In case 1 and case 5, TB has been given PO during colonoscopy. Additionally, in case 1, TB was administered IV. There is no data available that would support systemic administration of TB in a state of shock. While medical MB was temporarily unavailable in Germany due to supply shortages, TB has been used as an alternative antidote to MB [37]. This alternative treatment might have been the reason for IV administration in case 1, where TB has presumably been used as a substitute for MB in a state of shock.

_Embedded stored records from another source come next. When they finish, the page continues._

//! Values held from their start to the next start, the last one to the end.

use std::sync::Arc;

use super::{Curve, Pieces};

/// `values[k]` from `starts_s[k]`, ascending from 0; `length_s` is later than the last start.
#[derive(Debug)]
pub(super) struct Held {
    pub starts_s: Arc<[f64]>,
    pub values: Arc<[f64]>,
    pub length_s: f64,
}

impl Curve for Held {
    fn at(&self, t_s: f64) -> f64 {
        let later = self.starts_s.partition_point(|start| *start <= t_s);
        self.values[later.saturating_sub(1)]
    }

    fn slope(&self, _t_s: f64) -> f64 {
        0.0
    }

    fn length_s(&self) -> f64 {
        self.length_s
    }

    fn area_s(&self) -> f64 {
        let ends_s = self.starts_s[1..].iter().chain(std::iter::once(&self.length_s));
        self.starts_s.iter().zip(ends_s).zip(self.values.iter()).map(|((start, end), value)| value * (end - start)).sum()
    }

    fn largest(&self) -> f64 {
        self.values.iter().fold(0.0, |largest, value| value.abs().max(largest))
    }

    fn pieces(&self) -> Pieces {
        Pieces::Held { starts_s: self.starts_s.clone(), values: self.values.clone() }
    }
}
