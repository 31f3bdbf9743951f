//! The rule of a lifted edge: (g(t) - pedestal)/(peak - pedestal), pedestal being the value at the cut.

use super::ShapeFault;

/// The smallest part of the peak that may stand above the pedestal. Below it the lifted curve is a parabola of rounded
/// numbers, and a cut in the wrong unit is far likelier than the wish for one.
const LEAST_LIFTED_SHARE: f64 = 1e-6;

/// Refuses a curve whose `lifted` = peak - pedestal is too small a share of `peak`.
pub(super) fn refuse_flat(lifted: f64, peak: f64) -> Result<(), ShapeFault> {
    if lifted >= LEAST_LIFTED_SHARE * peak {
        Ok(())
    } else {
        Err(ShapeFault::FlatLift { pedestal: peak - lifted, peak })
    }
}
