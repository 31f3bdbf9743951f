//! The sum of v_k sinc(x - k) with x = t/step and sinc(y) = sin(pi y)/(pi y), sample k at k steps, the last one at the end,
//! nothing outside the list (C. E. Shannon, Proceedings of the IRE 37, 10 (1949)).
//!
//! With m the nearest sample and d = x - m, sin(pi (x - k)) = (-1)^(k - m) sin(pi d): one sine serves the whole sum, and only
//! the nearest term can be 0/0, where sinc has its series. A value costs one division per sample.

use std::sync::{Arc, OnceLock};

use super::{Curve, Pieces};
use crate::quadrature::integral;
use crate::units::{sin_cos_turns, RAD_PER_TURN};

const PI: f64 = 0.5 * RAD_PER_TURN;

/// Places per step at which the largest value is looked for.
const PLACES: usize = 8;

/// `values[k]` at `k * length_s / (n - 1)`, n at least two.
#[derive(Debug)]
pub(super) struct BandLimited {
    values: Arc<[f64]>,
    length_s: f64,
    step_s: f64,
    area_s: f64,
    /// Found when it is first asked for: the search takes 8 n values of n terms each.
    largest: OnceLock<f64>,
}

impl BandLimited {
    pub(super) fn new(values: Arc<[f64]>, length_s: f64) -> Self {
        let step_s = length_s / (values.len() - 1) as f64;
        let area_s = step_s * area(&values);
        BandLimited { values, length_s, step_s, area_s, largest: OnceLock::new() }
    }

    /// Nearest sample m and x - m.
    fn nearest(&self, x: f64) -> (usize, f64) {
        let m = x.round().clamp(0.0, (self.values.len() - 1) as f64);
        (m as usize, x - m)
    }

    /// The terms but for the nearest one: sums of (-1)^(k - m) v_k / (x - k) and of the same over (x - k)^2.
    fn others(&self, m: usize, d: f64) -> (f64, f64) {
        let (mut first, mut second) = (0.0, 0.0);
        let mut add = |value: &f64, distance: f64, sign: f64| {
            let inverse = sign / distance;
            first += value * inverse;
            second += value * inverse / distance;
        };
        let mut sign = -1.0;
        for (j, value) in self.values[m + 1..].iter().enumerate() {
            add(value, d - (j + 1) as f64, sign);
            sign = -sign;
        }
        sign = -1.0;
        for (j, value) in self.values[..m].iter().rev().enumerate() {
            add(value, d + (j + 1) as f64, sign);
            sign = -sign;
        }
        (first, second)
    }

    /// The value at x = t/step.
    fn value(&self, x: f64) -> f64 {
        let (m, d) = self.nearest(x);
        let (sin, _) = sin_cos_turns(0.5 * d);
        self.values[m] * sinc(d) + sin / PI * self.others(m, d).0
    }

    /// The derivative with respect to x = t/step.
    fn derivative(&self, x: f64) -> f64 {
        let (m, d) = self.nearest(x);
        let (sin, cos) = sin_cos_turns(0.5 * d);
        let (first, second) = self.others(m, d);
        self.values[m] * sinc_slope(d) + cos * first - sin / PI * second
    }

    /// The largest modulus. On the whole line it cannot fall faster from its peak than cos(pi d) does, d in steps (R. J. Duffin and
    /// A. C. Schaeffer, Bulletin of the American Mathematical Society 44, 236 (1938), cited from memory), so one of the places
    /// next to it has 0.98 of its size. Every place above 0.9 is refined by halving the interval in which the slope changes sign.
    fn search(&self) -> f64 {
        let last = (self.values.len() - 1) * PLACES;
        let place = |i: usize| i as f64 / PLACES as f64;
        let sizes: Vec<f64> = (0..=last).map(|i| self.value(place(i)).abs()).collect();
        let coarse = sizes.iter().fold(0.0f64, |largest, size| size.max(largest));
        let mut largest = coarse;
        for i in 0..=last {
            let (before, after) = (i.saturating_sub(1), (i + 1).min(last));
            if sizes[i] > 0.9 * coarse && sizes[i] >= sizes[before] && sizes[i] >= sizes[after] {
                largest = largest.max(self.refine(place(before), place(after)));
            }
        }
        largest
    }

    /// The modulus at the extremum between `low` and `high`, or at an end where there is none.
    fn refine(&self, mut low: f64, mut high: f64) -> f64 {
        let sign = self.derivative(low).signum();
        if sign * self.derivative(high) >= 0.0 {
            return self.value(low).abs().max(self.value(high).abs());
        }
        // The value is flat at its peak: 30 halvings of a quarter step leave 1e-19 of it.
        for _ in 0..30 {
            let middle = 0.5 * (low + high);
            if sign * self.derivative(middle) > 0.0 {
                low = middle;
            } else {
                high = middle;
            }
        }
        self.value(0.5 * (low + high)).abs()
    }
}

/// sin(pi y)/(pi y).
fn sinc(y: f64) -> f64 {
    if y == 0.0 {
        return 1.0;
    }
    sin_cos_turns(0.5 * y).0 / (PI * y)
}

/// d sinc/dy = (cos(pi y) - sinc(y))/y; near 0 by its series -pi sum of (-1)^n z^(2n+1) (2n+2)/(2n+3)!, z = pi y, in which
/// nothing cancels.
fn sinc_slope(y: f64) -> f64 {
    if y.abs() > 0.25 {
        return (sin_cos_turns(0.5 * y).1 - sinc(y)) / y;
    }
    let z = PI * y;
    let mut term = z / 3.0;
    let mut sum = term;
    for n in 1..9 {
        let n = n as f64;
        // The ratio of (2n+2)/(2n+3)! to its predecessor 2n/(2n+1)!.
        term *= -z * z / (2.0 * n * (2.0 * n + 3.0));
        sum += term;
    }
    -PI * sum
}

/// Integral from 0 to n - 1, in steps: sample k sees sinc from -k to n - 1 - k, that is S(k) + S(n - 1 - k) with S(j) the
/// integral from 0 to j, summed from stretches of one step (a Gauss rule with 20 points is exact to rounding on each).
fn area(values: &[f64]) -> f64 {
    let mut from_zero = vec![0.0];
    let mut sum = 0.0;
    for j in 1..values.len() {
        sum += integral((j - 1) as f64, j as f64, sinc);
        from_zero.push(sum);
    }
    values.iter().zip(from_zero.iter().zip(from_zero.iter().rev())).map(|(value, (left, right))| value * (left + right)).sum()
}

impl Curve for BandLimited {
    fn at(&self, t_s: f64) -> f64 {
        self.value(t_s / self.step_s)
    }

    fn slope(&self, t_s: f64) -> f64 {
        self.derivative(t_s / self.step_s) / self.step_s
    }

    fn length_s(&self) -> f64 {
        self.length_s
    }

    fn area_s(&self) -> f64 {
        self.area_s
    }

    fn largest(&self) -> f64 {
        *self.largest.get_or_init(|| self.search())
    }

    fn pieces(&self) -> Pieces {
        Pieces::Smooth { kinks_s: Arc::from([]) }
    }
}

#[cfg(test)]
mod tests {
    use super::*;
    use proptest::prelude::*;

    /// The sum as it is defined, term by term.
    fn plain(values: &[f64], x: f64) -> f64 {
        let term = |(k, value): (usize, &f64)| {
            let z = std::f64::consts::PI * (x - k as f64);
            value * if z == 0.0 { 1.0 } else { z.sin() / z }
        };
        values.iter().enumerate().map(term).sum()
    }

    proptest! {
        /// Against the plain sum anywhere, and through the samples, from either side of 0/0.
        #[test]
        fn prop_the_plain_sum(values in proptest::collection::vec(-1.0..1.0f64, 2..40), share in 0.0..1.0f64) {
            let steps = (values.len() - 1) as f64;
            let curve = BandLimited::new(Arc::from(values.as_slice()), steps);
            let t = share * steps;
            prop_assert!((curve.at(t) - plain(&values, t)).abs() < 2e-14);
            for (k, value) in values.iter().enumerate() {
                for aside in [0.0, 1e-300, 1e-17, -1e-13, 1e-13] {
                    let t = (k as f64 + aside).clamp(0.0, steps);
                    prop_assert!((curve.at(t) - value).abs() < 2e-12);
                    prop_assert!(curve.slope(t).is_finite());
                }
                prop_assert_eq!(curve.at(k as f64), *value);
            }
        }
    }

    /// sinc(1/2) = 2/pi and its slope -4/pi; near 0 the slope is -pi^2 y/3; both forms meet where they change over.
    #[test]
    fn exact_sinc() {
        let pi = std::f64::consts::PI;
        assert!((sinc(0.5) - 2.0 / pi).abs() < 2e-16);
        assert!((sinc_slope(0.5) + 4.0 / pi).abs() < 5e-16);
        assert!((sinc_slope(1e-9) / (-pi * pi / 3.0 * 1e-9) - 1.0).abs() < 1e-15);
        assert!((sinc_slope(0.25) - sinc_slope(0.25 + 1e-15)).abs() < 1e-14);
        assert_eq!((sinc(0.0), sinc_slope(0.0)), (1.0, 0.0));
    }

    /// The sine integral: from 0 to n pi, over pi, for n = 1 and 2 (SciPy, scipy.special.sici; also M. Abramowitz and I. A. Stegun,
    /// Handbook of Mathematical Functions (1964), table 5.1): a list 1, 0, .. has that area.
    #[test]
    fn ref_sine_integral() {
        for (values, want) in [(vec![1.0, 0.0], SI_PI), (vec![1.0, 0.0, 0.0], SI_2_PI)] {
            let got = area(&values);
            assert!((got - want / std::f64::consts::PI).abs() < 4e-16, "{got}");
        }
    }
    const SI_PI: f64 = 1.8519370519824658;
    const SI_2_PI: f64 = 1.4181515761326284;
}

The evaluated autopsy cases and the clinical literature [33] suggest that TB, like MB, can also lead to similar discolorations of organs at autopsy. Local mucosal staining, e.g. during endoscopic procedures, is clinically intended [35] and well known. After systemic administration of TB however, to our best knowledge, organ discolorations at autopsy have not been reported yet. The reason for this may be the rare systemic use of TB, as it has a more limited clinical spectrum of therapeutic indications than MB.
Other drugsIn the three remaining cases without antemortem administration of MB or TB, the cause of death was intoxication with colored drugs or cleaning products: In two cases (case 7, 8) a mixed intoxication with Rohypnol® and in one case (case 4) an intoxication with a formalin-containing cleaning agent with blue warning color.
Rohypnol® tablets contain the intermediate-acting benzodiazepine flunitrazepam. In the past, Rohypnol® has been used illegally as an aid to sexual assault (known as a “date rape drug”) and was unknowingly given to victims in their drinks. Therefore, the manufacturer added the blue dye indigocarmine (C.I. Acid Blue 74, E 132) to the tablets which turns clear liquids into blue in order to warn potential victims. The ability of this dye to also stain the gastric mucosa blue has already been described in the literature [10]. In cases 7 and 8, it must be assumed that the discoloration of the gastric wall and the doudenal mucosa observed on autopsy is due to the blue dye indigocarmine.
In case 4, the blue warning color (dye: Acid Blue 9, E 133, Brilliant Blue FCF) in the detergent consumed obviously led to an isolated discoloration of the urinary bladder mucosa. The gastrointestinal tract was not or no longer affected, and no other organs showed any suspicious discoloration. As described in a case report, the ingestion of this dye, which is also used as a food additive, can lead to a green discoloration of the urine [35]. Therefore, it can be assumed that the blue dye of the detergent led to an isolated discoloration of the urinary bladder.